▶ _Description of the task_
Among the lines below, keep only those from the one containing "function listCount(args: Parsed): number" through the one containing "if (!doubt ||", and reproduce them exactly.

▶ _Data extract_
import { predictInWorkers } from '../../core/forest/parallel-predict';
import { encodeTable } from '../../core/forest/predict';
import { loadForScoring, predictionCells, predictionColumns, writePredictions } from '../../core/forest/score-file';
import { dataRowOf } from '../../core/forest/summary';
import { loadModel } from '../../core/model/file';
import { csvLine } from '../../core/csv/write';
import { flag, parse, text, type Options } from '../args';

export const PREDICT_HELP = `Usage: copse predict MODEL.json DATA.csv [--out OUT.csv] [--json]

Scores every row of DATA.csv with a saved forest.

Options:
  --out OUT.csv   write the input columns plus the prediction, each class's probability (or the value)
                  and the share of trees that agree (or the spread of the trees' values); never the input file
  --json          print one JSON object: rows, timings, and the predictions unless --out is given
  --debug         show stack traces on errors
Without --out or --json, the predictions are printed as CSV, one line per data row.
`;

const OPTIONS: Options = { out: { type: 'string' }, json: { type: 'boolean' } };

export async function runPredict(argv: string[]): Promise<void> {
  const args = parse('predict', argv, OPTIONS, 2);
  if (flag(args, 'help')) return void process.stdout.write(PREDICT_HELP);
  const [modelPath, dataPath] = args.positionals;
  const forest = await loadModel(modelPath);
  const t0 = performance.now();
  const loaded = await loadForScoring(dataPath, forest.schema);
  const x = encodeTable(forest.schema, loaded.table, dataPath, loaded.header);
  const t1 = performance.now();
  const prediction = await predictInWorkers(forest, x, loaded.table.rowCount);
  const t2 = performance.now();
  const out = text(args, 'out');
  if (out) await writePredictions(dataPath, out, loaded.delimiter, forest, prediction);
  const columns = predictionColumns(forest, []);
  if (flag(args, 'json')) {
    const rows = out
      ? undefined
      : Array.from({ length: prediction.rows }, (_, i) => {
          const cells = predictionCells(forest, prediction, i);
          const entry: Record<string, unknown> = { row: dataRowOf(loaded.table, i) };
          columns.forEach((c, j) => (entry[c] = j === 0 && forest.schema.target.task === 'classification' ? cells[j] : Number(cells[j])));
          return entry;
        });
    const seconds = { load: (t1 - t0) / 1000, predict: (t2 - t1) / 1000 };
    process.stdout.write(JSON.stringify({ rows: prediction.rows, columns, output: out ?? null, warnings: loaded.warnings, seconds, predictions: rows }, null, 2) + '\n');
    return;
  }
  for (const w of loaded.warnings) process.stderr.write(`Warning: ${w}\n`);
  if (out) {
    process.stdout.write(`Scored ${prediction.rows} rows into ${out}.\n`);
    return;
  }
  let text_ = csvLine(['row', ...columns]);
  for (let i = 0; i < prediction.rows; i++) text_ += csvLine([String(dataRowOf(loaded.table, i)), ...predictionCells(forest, prediction, i)]);
  process.stdout.write(text_);
}
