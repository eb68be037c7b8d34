import { openModelFile } from '../../core/open/open';
import { saveOnnxFile } from '../../core/onnx/save';
import { INPUT_NAME } from '../../core/onnx/metadata';
import { flag, parse, UsageError, type Options } from '../args';
import { say, sayError } from '../terminal';
import { DEBUG_ENTRY, optionList } from '../help';
import { checkOutput, oneStdout, toStdout, writeFailure } from '../output';

export const EXPORT_HELP = `Usage: copse export MODEL.json OUT.onnx [--json]

Writes a saved forest as an ONNX model (ai.onnx.ml TreeEnsembleClassifier or TreeEnsembleRegressor), for
scoring with any ONNX runtime. MODEL.json may also be an XGBoost JSON model: the boosted ensemble is written
with its raw scores summed (base_values, post_transform LOGISTIC or SOFTMAX for classes).

The graph reads one float tensor "${INPUT_NAME}" [rows, features], one column per feature in the model's order:
numeric values as they are; categorical and boolean features as the position of the level in the model's level
list (0 for the first); NaN for a missing cell or an unknown level. Classification gives "label" (the class
name) and "probabilities" [rows, classes]; regression gives "value" [rows, 1]. The file's metadata
(copse.schema) lists the features, their levels and the classes.

Options:
${optionList([['--json', 'print one JSON object: output path, operator, trees, nodes, bytes'], DEBUG_ENTRY])}

OUT.onnx may be - for standard output; the summary then goes to standard error.
`;

const OPTIONS: Options = { json: { type: 'boolean' } };

export async function runExport(argv: string[]): Promise<void> {
  const args = parse('export', argv, OPTIONS, 2);
  if (flag(args, 'help')) return void process.stdout.write(EXPORT_HELP);
  const [modelPath, outPath] = args.positionals;
  if (/\.onnx$/i.test(modelPath)) throw new UsageError(`${modelPath} looks like an ONNX file already; copse export reads a Copse model (MODEL.json) and writes ONNX.`, 'export');
  oneStdout(outPath, flag(args, 'json'), 'the output -');
  await checkOutput(outPath, 'output', [
    { file: modelPath, what: 'the model', refusal: `Refusing to write the ONNX file over the model ${modelPath}; choose another output file.` },
  ]);
  // A Copse model file or an XGBoost JSON model (a boosted ensemble, written with its link and base scores).
  const { forest } = await openModelFile(modelPath);
  const size = await saveOnnxFile(outPath, forest).catch((e) => {
    throw writeFailure(e, outPath);
  });
  const classification = forest.schema.target.task === 'classification';
  const summary = {
    output: outPath,
    operator: classification ? 'TreeEnsembleClassifier' : 'TreeEnsembleRegressor',
    trees: forest.trees.length,
    nodes: forest.trees.reduce((s, t) => s + t.nodeCount, 0),
    bytes: size,
    input: { name: INPUT_NAME, features: forest.schema.features.map((f) => f.name) },
    outputs: classification ? ['label', 'probabilities'] : ['value'],
  };
  if (flag(args, 'json')) {
    process.stdout.write(JSON.stringify(summary, null, 2) + '\n');
    return;
  }
  const levelled = forest.schema.features.filter((f) => f.kind !== 'numeric').map((f) => `"${f.name}"`);
  let out = `Wrote ${summary.trees} trees (${summary.nodes} nodes) to ${toStdout(outPath) ? 'standard output' : outPath} as an ONNX ${summary.operator}, ${(size / 1024).toFixed(0)} KiB.\n`;
  out += `Input "${INPUT_NAME}": float [rows, ${forest.schema.features.length}], columns ${summary.input.features.map((f) => `"${f}"`).join(', ')}.\n`;
  if (levelled.length) out += `Give ${levelled.join(', ')} as level codes: the level's position in the model's list (see the file's copse.schema metadata).\n`;
  out += `Outputs: ${summary.outputs.map((o) => `"${o}"`).join(', ')}.\n`;
  (toStdout(outPath) ? sayError : say)(out);
}
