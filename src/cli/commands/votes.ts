import { argmaxAt } from '../../core/metrics/scores';
import { predictEncoded } from '../../core/forest/predict';
import { flag, parse, type Options } from '../args';
import { MODEL_HELP, MODEL_OPTIONS, openForData } from '../model';
import { chooseRows, wantedRows } from '../rows';

export const VOTES_HELP = `Usage: copse votes MODEL DATA.csv --rows 1,7,12 [--json]

Shows how every tree of a saved forest (.json or .onnx) votes on chosen rows of DATA.csv.
Rows are counted from 1: the first row after the header is row 1.

Options:
  --rows LIST   comma-separated data row numbers (required)
  --json        print one JSON object
${MODEL_HELP}  --debug       show stack traces on errors
`;

const OPTIONS: Options = { rows: { type: 'string' }, json: { type: 'boolean' }, ...MODEL_OPTIONS };

interface VoteRow {
  row: number;
  line: number;
  prediction: string | number;
  probabilities?: Record<string, number>;
  counts?: Record<string, number>;
  agreement?: number;
  spread?: number;
  trees: Array<string | number>;
}

export async function runVotes(argv: string[]): Promise<void> {
  const args = parse('votes', argv, OPTIONS, 2);
  if (flag(args, 'help')) return void process.stdout.write(VOTES_HELP);
  const wanted = wantedRows(args, 'votes');
  const [modelPath, dataPath] = args.positionals;
  const { forest, notes } = await openForData(modelPath, dataPath, args, 'votes');
  const { loaded, tableRows, x } = await chooseRows(forest, dataPath, wanted, 'votes');
  const table = loaded.table;
  const pred = predictEncoded(forest, x, wanted.length);
  const target = forest.schema.target;
  const T = forest.trees.length;
  const rows = wanted.map((r, j): VoteRow => {
    const treeVotes = Array.from({ length: T }, (_, t) => pred.votes[t * wanted.length + j]);
    const line = table.lineOfRow[tableRows[j]];
    if (target.task === 'classification') {
      const classes = target.classes!;
      const counts: Record<string, number> = Object.create(null);
      for (const c of classes) counts[c] = 0;
      for (const v of treeVotes) counts[classes[v]]++;
      const K = classes.length;
      return {
        row: r,
        line,
        prediction: classes[argmaxAt(pred.proba!, j * K, K)],
        probabilities: Object.fromEntries(classes.map((c, k) => [c, pred.proba![j * K + k]])),
        counts,
        agreement: pred.agreement![j],
        trees: treeVotes.map((v) => classes[v]),
      };
    }
    return { row: r, line, prediction: pred.predicted[j], spread: pred.spread![j], trees: treeVotes };
  });
  if (flag(args, 'json')) {
    process.stdout.write(JSON.stringify({ task: target.task, target: target.name, trees: T, warnings: notes, rows }, null, 2) + '\n');
    return;
  }
  for (const w of notes) process.stderr.write(`Warning: ${w}\n`);
  let out = '';
  for (const r of rows) {
    if (r.counts && r.agreement !== undefined) {
      const counts = Object.entries(r.counts).map(([c, n]) => `${c} ${n}`).join(', ');
      out += `Row ${r.row} (line ${r.line}): predicted "${r.prediction}"; ${T} trees voted ${counts}; agreement ${(r.agreement * 100).toFixed(0)}%\n`;
    } else {
      out += `Row ${r.row} (line ${r.line}): predicted ${Number(r.prediction).toPrecision(6)}; spread across ${T} trees ${Number(r.spread).toPrecision(4)}\n`;
    }
  }
  process.stdout.write(out);
}
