/** --list N or --list all; undefined when absent. */
function listCount(args: Parsed): number | undefined {
  if (text(args, 'list') === 'all') return Number.MAX_SAFE_INTEGER;
  return wholeNumber(args, 'list', 1);
}

/** Refuses a target no one can mean (see core/checks/target.ts), unless --many-classes insists on many classes. */
function checkTarget(table: Table, target: string, task: Task | undefined, manyClasses: boolean): void {
  const column = findColumn(table, target);
  if (!column) return; // the loader has already said the file lacks it
  const doubt = targetDoubt(column, task ?? inferTask(column));
  if (!doubt || (doubt.kind === 'many-classes' && manyClasses)) return;
  if (doubt.kind === 'identifier') throw new UsageError(`${doubt.message}, so there is nothing to learn; choose another --target.`, 'fit');
  const regression = column.kind === 'numeric' ? ', use --task regression for a numeric target' : '';
  throw new UsageError(`${doubt.message}; choose another --target${regression}, or add --many-classes if you mean it.`, 'fit');
}

/** A whole number of features per split above the feature count would be cut down silently; say so instead. */
function checkFeaturesPerSplit(spec: FeaturesPerSplit, table: Table, target: string, exclude: readonly string[]): void {
  if (typeof spec !== 'number' || !Number.isInteger(spec)) return;
  const left = new Set(exclude);
  const features = table.columns.filter((c) => c.name !== target && !left.has(c.name)).length;
  if (spec > features) {
    throw new UsageError(`--features-per-split ${spec} is more than the ${features} feature${features === 1 ? '' : 's'} there are; give at most ${features}, or all.`, 'fit');
  }
}
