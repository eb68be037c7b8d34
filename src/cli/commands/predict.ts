import { isOneWayInput } from '../../core/csv/pipe-source';
import { secondPass } from '../limits';
import { csvLine } from '../../core/csv/write';
import { predictInterval, quantileIndexFromTrainingFile } from '../../core/explain/quantiles';
import type { Forest } from '../../core/forest/forest';
import { predictInWorkers } from '../../core/forest/parallel-predict';
import { encodeTable, predictEncoded, type Prediction } from '../../core/forest/predict';
import { targetCodes } from '../../core/forest/target';
import { loadForScoring, predictionColumns, type AddedColumns, type IntervalCells } from '../../core/forest/score-file';
import { writeScored } from '../../core/forest/score-formats';
import { classificationScores, regressionScores } from '../../core/metrics/scores';
import { dataRowOf, scoresSummary } from '../../core/summary/fit';
import type { ScoresSummary } from '../../core/summary/types';
import { knowsTraining } from '../../core/open/open';
import { withThreshold } from '../../core/forest/threshold-prediction';
import { flag, fraction, parse, text, UsageError, type Options, type Parsed } from '../args';
import { say, sayError } from '../terminal';
import { DEBUG_ENTRY, optionList } from '../help';
import { MODEL_ENTRIES, MODEL_OPTIONS, openForData } from '../model';
import { checkOutput, oneStdout, toStdout, writeFailure } from '../output';
import { value } from '../report';
import { trainingOf, type TrainingView } from '../training';

export const PREDICT_HELP = `Usage: copse predict MODEL DATA.csv [--out OUT.csv] [--json]

Scores every row of DATA.csv with a saved forest: a Copse model file (.json) or an ONNX tree ensemble (.onnx).
An XGBoost JSON model (.json, told apart by its content) is scored as XGBoost scores it; boosted trees do
not vote, so no tree_agreement or tree_spread column is written for them.

When DATA.csv is the file the forest was fitted on, columns starting oob_ give each training row the answer of
the trees that never drew it (out-of-bag), and row_role says which rows were training or held out. Read those:
the all-trees columns look better than the forest is on rows the trees were fitted on.

Options:
${optionList([
  ['--out OUT.csv', "write the input columns plus the prediction, each class's probability (or the value)\nand the share of trees that agree (or the spread of the trees' values); never the input file;\nOUT.parquet writes Parquet, any other name CSV (DATA may be CSV, .csv.gz or Parquet); - for standard output"],
  ['--interval LEVEL', 'regression: add a prediction interval at this level, such as 0.9 (quantile regression\nforest, Meinshausen 2006); needs --training'],
  ['--threshold P', "two classes: give the second class when its probability exceeds P (default: the larger\nprobability, as P = 0.5); copse fit's report suggests thresholds chosen on out-of-bag rows"],
  ['--training TRAIN.csv', "the file the forest was fitted on (checked against the model's fingerprint)"],
  ['--json', 'print one JSON object: rows, columns, timings, and the predictions unless --out is given'],
  ...MODEL_ENTRIES,
  DEBUG_ENTRY,
])}
Without --out or --json, the predictions are printed as CSV, one line per data row.
`;

const OPTIONS: Options = { out: { type: 'string' }, json: { type: 'boolean' }, interval: { type: 'string' }, threshold: { type: 'string' }, training: { type: 'string' }, ...MODEL_OPTIONS };

export async function runPredict(argv: string[]): Promise<void> {
  const args = parse('predict', argv, OPTIONS, 2);
  if (flag(args, 'help')) return void process.stdout.write(PREDICT_HELP);
  const [modelPath, dataPath] = args.positionals;
  const level = fraction(args, 'interval');
  const threshold = thresholdOf(args);
  const training = text(args, 'training');
  const out = text(args, 'out');
  if (level !== undefined && !training) throw new UsageError('--interval needs --training TRAIN.csv, the file the forest was fitted on.', 'predict');
  if (out && isOneWayInput(dataPath)) throw new UsageError(secondPass('--out copies each row of the data beside its answers'), 'predict');
  if (out) {
    oneStdout(out, flag(args, 'json'), '--out -');
    await checkOutput(out, '--out', [
      { file: dataPath, what: 'the input file', refusal: `Refusing to write predictions over the input file ${dataPath}; choose another --out.` },
      ...(training ? [{ file: training, what: 'the --training file' }] : []),
      { file: modelPath, what: 'the model' },
    ]);
  }
  const { forest, notes } = await openForData(modelPath, dataPath, args, 'predict');
  if (threshold !== undefined && forest.schema.target.classes?.length !== 2) {
    throw new UsageError(`--threshold is for forests of two classes; this one ${forest.schema.target.task === 'regression' ? 'predicts a number' : `has ${forest.schema.target.classes!.length} classes`}.`, 'predict');
  }
  if (level !== undefined && forest.schema.target.task !== 'regression') throw new UsageError('--interval is for regression forests; this one classifies.', 'predict');
  if (level !== undefined && !knowsTraining(forest)) {
    throw new UsageError('--interval needs the rows the forest was trained on and how each tree drew them; an imported forest does not carry them.', 'predict');
  }
  const t0 = performance.now();
  const loaded = await loadForScoring(dataPath, forest.schema);
  const table = loaded.table;
  const warnings = [...notes, ...loaded.warnings];
  const x = encodeTable(forest.schema, table, dataPath, loaded.header);
  const own = trainingOf(forest, loaded, x);
  const t1 = performance.now();
  // On its own training file one walk gives both answers (on this thread); elsewhere every core scores.
  const scored = own.view ? predictEncoded(forest, x, table.rowCount, own.view.membership) : await predictInWorkers(forest, x, table.rowCount);
  const prediction = threshold === undefined ? scored : withThreshold(scored, threshold);
  let interval: IntervalCells | undefined;
  if (level !== undefined) {
    const index = await quantileIndexFromTrainingFile(forest, training!);
    const { lower, upper } = predictInterval(index, x, table.rowCount, level);
    interval = { level, lower, upper };
  }
  const t2 = performance.now();
  let added = predictionColumns(forest, prediction, loaded.header, interval);
  let textColumns = forest.schema.target.task === 'classification' ? [0] : [];
  let outOfBag: ScoresSummary | null = null;
  if (own.view) {
    outOfBag = outOfBagScores(forest, prediction, targetCodes(forest, table), threshold !== undefined);
    ({ added, textColumns } = withOutOfBag(forest, prediction, own.view, added, textColumns, loaded.header));
    const all = added.names.filter((n) => !n.startsWith('oob_') && n !== 'row_role').join(', ');
    warnings.push(
      `${dataPath} is the file this forest was fitted on. The all-trees columns (${all}) look better than the forest is: most trees ` +
        `were fitted on each training row and remember it. Read the oob_ columns instead, the answers of the trees that never drew the row` +
        `${outOfBag ? ` (${headlineScore(outOfBag)})` : ''}.`,
    );
  } else if (own.unknown) {
    warnings.push(`${dataPath} is the file this forest was fitted on, but which trees drew each row cannot be told for certain: ${own.unknown} No out-of-bag columns are added.`);
  }
  if (out) {
    const rowOf = new Map<number, number>();
    for (let i = 0; i < table.rowCount; i++) rowOf.set(dataRowOf(table, i), i);
    await writeScored(dataPath, out, loaded.delimiter, added, textColumns, (k) => rowOf.get(k + 1) ?? -1).catch((e) => {
      throw writeFailure(e, out);
    });
  }
  if (flag(args, 'json')) {
    const texts = new Set(textColumns);
    const rows = out
      ? undefined
      : Array.from({ length: prediction.rows }, (_, i) => {
          const entry: Record<string, unknown> = { row: dataRowOf(table, i) };
          added.cells(i).forEach((c, j) => (entry[added.names[j]] = c === '' ? null : texts.has(j) ? c : Number(c)));
          return entry;
        });
    const seconds = { load: (t1 - t0) / 1000, predict: (t2 - t1) / 1000 };
    process.stdout.write(JSON.stringify({ rows: prediction.rows, columns: added.names, output: out ?? null, threshold: threshold ?? null, warnings, outOfBag, seconds, predictions: rows }, null, 2) + '\n');
    return;
  }
  for (const w of warnings) sayError(`Warning: ${w}\n`);
  if (out) {
    if (toStdout(out)) sayError(`Scored ${prediction.rows} rows.\n`);
    else say(`Scored ${prediction.rows} rows into ${out}.\n`);
    return;
  }
  let csv = csvLine(['row', ...added.names]);
  for (let i = 0; i < prediction.rows; i++) csv += csvLine([String(dataRowOf(table, i)), ...added.cells(i)]);
  process.stdout.write(csv);
}

/** --threshold P: a probability strictly between 0 and 1, or 0 or 1 themselves (flag every row with any chance, or none). */
function thresholdOf(args: Parsed): number | undefined {
  const v = text(args, 'threshold');
  if (v === undefined) return undefined;
  const n = Number(v);
  if (v.trim() === '' || !(n >= 0 && n <= 1)) throw new UsageError(`--threshold takes a probability between 0 and 1, such as 0.3; got "${v}".`, 'predict');
  return n;
}

function headlineScore(s: ScoresSummary): string {
  const what = s.accuracy !== undefined ? `accuracy ${(s.accuracy * 100).toFixed(1)}%` : `R² ${value(s.r2)}`;
  return `out-of-bag ${what} over ${s.rows} rows`;
}

/** The out-of-bag score over the training rows, as the fit reported it: the same trees and the same rows. */
function outOfBagScores(forest: Forest, p: Prediction, truth: Float64Array, thresholded: boolean): ScoresSummary | null {
  const oob = p.oob!;
  const has = (i: number) => oob.trees[i] > 0 && !Number.isNaN(truth[i]);
  const classes = forest.schema.target.classes;
  if (classes) return scoresSummary(classificationScores(truth, oob.proba!, classes, has, thresholded ? oob.predicted : undefined), classes);
  return scoresSummary(regressionScores(truth, oob.predicted, has));
}

/** The columns predictionColumns adds, then the out-of-bag ones and each row's part in the fit. */
function withOutOfBag(forest: Forest, p: Prediction, training: TrainingView, added: AddedColumns, textColumns: number[], header: readonly string[]): { added: AddedColumns; textColumns: number[] } {
  const t = forest.schema.target;
  const classes = t.classes;
  const oob = p.oob!;
  const wanted = [`oob_predicted_${t.name}`, ...(classes ?? []).map((c) => `oob_probability_${c}`), 'oob_trees', 'row_role'];
  const taken = new Set([...header, ...added.names]);
  const names = wanted.map((name) => {
    let n = name;
    for (let k = 2; taken.has(n); k++) n = `${name}_${k}`;
    taken.add(n);
    return n;
  });
  const K = classes?.length ?? 0;
  const cells = (i: number): string[] => {
    const role = training.membership.trainPos[i] >= 0 ? 'training' : training.holdout.has(i) ? 'holdout' : 'other';
    if (oob.trees[i] === 0) return [...names.slice(0, -2).map(() => ''), '0', role];
    const predicted = classes ? classes[oob.predicted[i]] : String(oob.predicted[i]);
    const probabilities = Array.from({ length: K }, (_, k) => String(Number(oob.proba![i * K + k].toFixed(6))));
    return [predicted, ...probabilities, String(oob.trees[i]), role];
  };
  const first = added.names.length;
  return {
    added: { names: [...added.names, ...names], cells: (i) => [...added.cells(i), ...cells(i)] },
    textColumns: [...textColumns, ...(classes ? [first] : []), first + names.length - 1],
  };
}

▶ _Answer box_
function listCount(args: Parsed): number | undefined {
  if (text(args, 'list') === 'all') return Number.MAX_SAFE_INTEGER;
  return wholeNumber(args, 'list', 1);
}

/** Refuses a target no one can mean (see core/checks/target.ts), unless --many-classes insists on many classes. */
function checkTarget(table: Table, target: string, task: Task | undefined, manyClasses: boolean): void {
  const column = findColumn(table, target);
  if (!column) return; // the loader has already said the file lacks it
  const doubt = targetDoubt(column, task ?? inferTask(column));
  if (!doubt || (doubt.kind === 'many-classes' && manyClasses)) return;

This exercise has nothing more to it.